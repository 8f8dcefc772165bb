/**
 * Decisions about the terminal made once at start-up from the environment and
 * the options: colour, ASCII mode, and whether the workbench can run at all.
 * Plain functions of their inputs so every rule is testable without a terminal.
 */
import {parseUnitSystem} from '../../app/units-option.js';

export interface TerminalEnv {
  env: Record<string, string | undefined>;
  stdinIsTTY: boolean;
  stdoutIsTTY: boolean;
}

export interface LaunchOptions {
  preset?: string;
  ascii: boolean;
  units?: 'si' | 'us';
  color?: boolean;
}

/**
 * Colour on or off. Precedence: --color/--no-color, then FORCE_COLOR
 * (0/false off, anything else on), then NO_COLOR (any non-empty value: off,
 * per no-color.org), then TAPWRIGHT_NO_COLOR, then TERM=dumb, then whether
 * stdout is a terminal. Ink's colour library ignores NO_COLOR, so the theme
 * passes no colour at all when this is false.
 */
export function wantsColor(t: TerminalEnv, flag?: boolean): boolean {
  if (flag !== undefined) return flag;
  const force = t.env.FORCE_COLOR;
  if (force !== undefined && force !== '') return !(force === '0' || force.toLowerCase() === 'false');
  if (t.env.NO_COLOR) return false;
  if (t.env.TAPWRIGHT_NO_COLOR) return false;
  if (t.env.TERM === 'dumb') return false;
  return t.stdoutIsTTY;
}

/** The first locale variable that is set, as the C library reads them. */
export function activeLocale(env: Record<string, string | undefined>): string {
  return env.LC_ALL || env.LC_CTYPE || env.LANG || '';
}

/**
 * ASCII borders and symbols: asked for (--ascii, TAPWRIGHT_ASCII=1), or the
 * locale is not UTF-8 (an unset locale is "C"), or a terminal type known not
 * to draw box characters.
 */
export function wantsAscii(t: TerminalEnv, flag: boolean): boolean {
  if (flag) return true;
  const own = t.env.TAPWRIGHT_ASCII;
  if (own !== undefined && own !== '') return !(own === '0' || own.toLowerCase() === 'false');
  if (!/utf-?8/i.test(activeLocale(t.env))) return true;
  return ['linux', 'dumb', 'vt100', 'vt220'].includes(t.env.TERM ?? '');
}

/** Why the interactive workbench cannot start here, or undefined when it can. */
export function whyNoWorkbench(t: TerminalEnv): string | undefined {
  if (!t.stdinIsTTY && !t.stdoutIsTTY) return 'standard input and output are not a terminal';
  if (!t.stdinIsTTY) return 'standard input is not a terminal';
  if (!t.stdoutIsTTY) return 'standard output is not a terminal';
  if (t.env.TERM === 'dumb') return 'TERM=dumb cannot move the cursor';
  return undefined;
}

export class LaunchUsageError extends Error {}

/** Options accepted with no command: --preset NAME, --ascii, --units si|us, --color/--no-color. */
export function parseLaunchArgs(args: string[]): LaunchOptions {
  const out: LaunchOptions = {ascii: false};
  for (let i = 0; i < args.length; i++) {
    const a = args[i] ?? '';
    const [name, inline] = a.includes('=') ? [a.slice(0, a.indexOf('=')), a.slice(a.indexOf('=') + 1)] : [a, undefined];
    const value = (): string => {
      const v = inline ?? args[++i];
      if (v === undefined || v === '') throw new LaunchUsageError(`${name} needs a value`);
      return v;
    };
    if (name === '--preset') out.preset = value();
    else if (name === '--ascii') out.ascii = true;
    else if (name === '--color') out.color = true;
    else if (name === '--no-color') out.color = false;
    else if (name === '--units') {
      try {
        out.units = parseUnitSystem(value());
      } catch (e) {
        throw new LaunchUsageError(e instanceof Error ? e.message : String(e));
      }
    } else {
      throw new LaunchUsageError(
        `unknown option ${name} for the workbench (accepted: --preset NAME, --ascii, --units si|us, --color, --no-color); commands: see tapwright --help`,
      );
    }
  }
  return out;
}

◆ **Task directions**:
All the data above is to be given again, exactly.

◆ **Your response**:
repository 8f8dcefc772165bb
/**
 * Decisions about the terminal made once at start-up from the environment and
 * the options: colour, ASCII mode, and whether the workbench can run at all.
 * Plain functions of their inputs so every rule is testable without a terminal.
 */
import {parseUnitSystem} from '../../app/units-option.js';

export interface TerminalEnv {
  env: Record<string, string | undefined>;
  stdinIsTTY: boolean;
  stdoutIsTTY: boolean;
}

export interface LaunchOptions {
  preset?: string;
  ascii: boolean;
  units?: 'si' | 'us';
  color?: boolean;
}

/**
 * Colour on or off. Precedence: --color/--no-color, then FORCE_COLOR
 * (0/false off, anything else on), then NO_COLOR (any non-empty value: off,
 * per no-color.org), then TAPWRIGHT_NO_COLOR, then TERM=dumb, then whether
 * stdout is a terminal. Ink's colour library ignores NO_COLOR, so the theme
 * passes no colour at all when this is false.
 */
export function wantsColor(t: TerminalEnv, flag?: boolean): boolean {
  if (flag !== undefined) return flag;
  const force = t.env.FORCE_COLOR;
  if (force !== undefined && force !== '') return !(force === '0' || force.toLowerCase() === 'false');
  if (t.env.NO_COLOR) return false;
  if (t.env.TAPWRIGHT_NO_COLOR) return false;
  if (t.env.TERM === 'dumb') return false;
  return t.stdoutIsTTY;
}

/** The first locale variable that is set, as the C library reads them. */
export function activeLocale(env: Record<string, string | undefined>): string {
  return env.LC_ALL || env.LC_CTYPE || env.LANG || '';
}

/**
 * ASCII borders and symbols: asked for (--ascii, TAPWRIGHT_ASCII=1), or the
 * locale is not UTF-8 (an unset locale is "C"), or a terminal type known not
 * to draw box characters.
 */
export function wantsAscii(t: TerminalEnv, flag: boolean): boolean {
  if (flag) return true;
  const own = t.env.TAPWRIGHT_ASCII;
  if (own !== undefined && own !== '') return !(own === '0' || own.toLowerCase() === 'false');
  if (!/utf-?8/i.test(activeLocale(t.env))) return true;
  return ['linux', 'dumb', 'vt100', 'vt220'].includes(t.env.TERM ?? '');
}

/** Why the interactive workbench cannot start here, or undefined when it can. */
export function whyNoWorkbench(t: TerminalEnv): string | undefined {
  if (!t.stdinIsTTY && !t.stdoutIsTTY) return 'standard input and output are not a terminal';
  if (!t.stdinIsTTY) return 'standard input is not a terminal';
  if (!t.stdoutIsTTY) return 'standard output is not a terminal';
  if (t.env.TERM === 'dumb') return 'TERM=dumb cannot move the cursor';
  return undefined;
}

export class LaunchUsageError extends Error {}

/** Options accepted with no command: --preset NAME, --ascii, --units si|us, --color/--no-color. */
export function parseLaunchArgs(args: string[]): LaunchOptions {
  const out: LaunchOptions = {ascii: false};
  for (let i = 0; i < args.length; i++) {
    const a = args[i] ?? '';
    const [name, inline] = a.includes('=') ? [a.slice(0, a.indexOf('=')), a.slice(a.indexOf('=') + 1)] : [a, undefined];
    const value = (): string => {
      const v = inline ?? args[++i];
      if (v === undefined || v === '') throw new LaunchUsageError(`${name} needs a value`);
      return v;
    };
    if (name === '--preset') out.preset = value();
    else if (name === '--ascii') out.ascii = true;
    else if (name === '--color') out.color = true;
    else if (name === '--no-color') out.color = false;
    else if (name === '--units') {
      try {
        out.units = parseUnitSystem(value());
      } catch (e) {
        throw new LaunchUsageError(e instanceof Error ? e.message : String(e));
      }
    } else {
      throw new LaunchUsageError(
        `unknown option ${name} for the workbench (accepted: --preset NAME, --ascii, --units si|us, --color, --no-color); commands: see tapwright --help`,
      );
    }
  }
  return out;
}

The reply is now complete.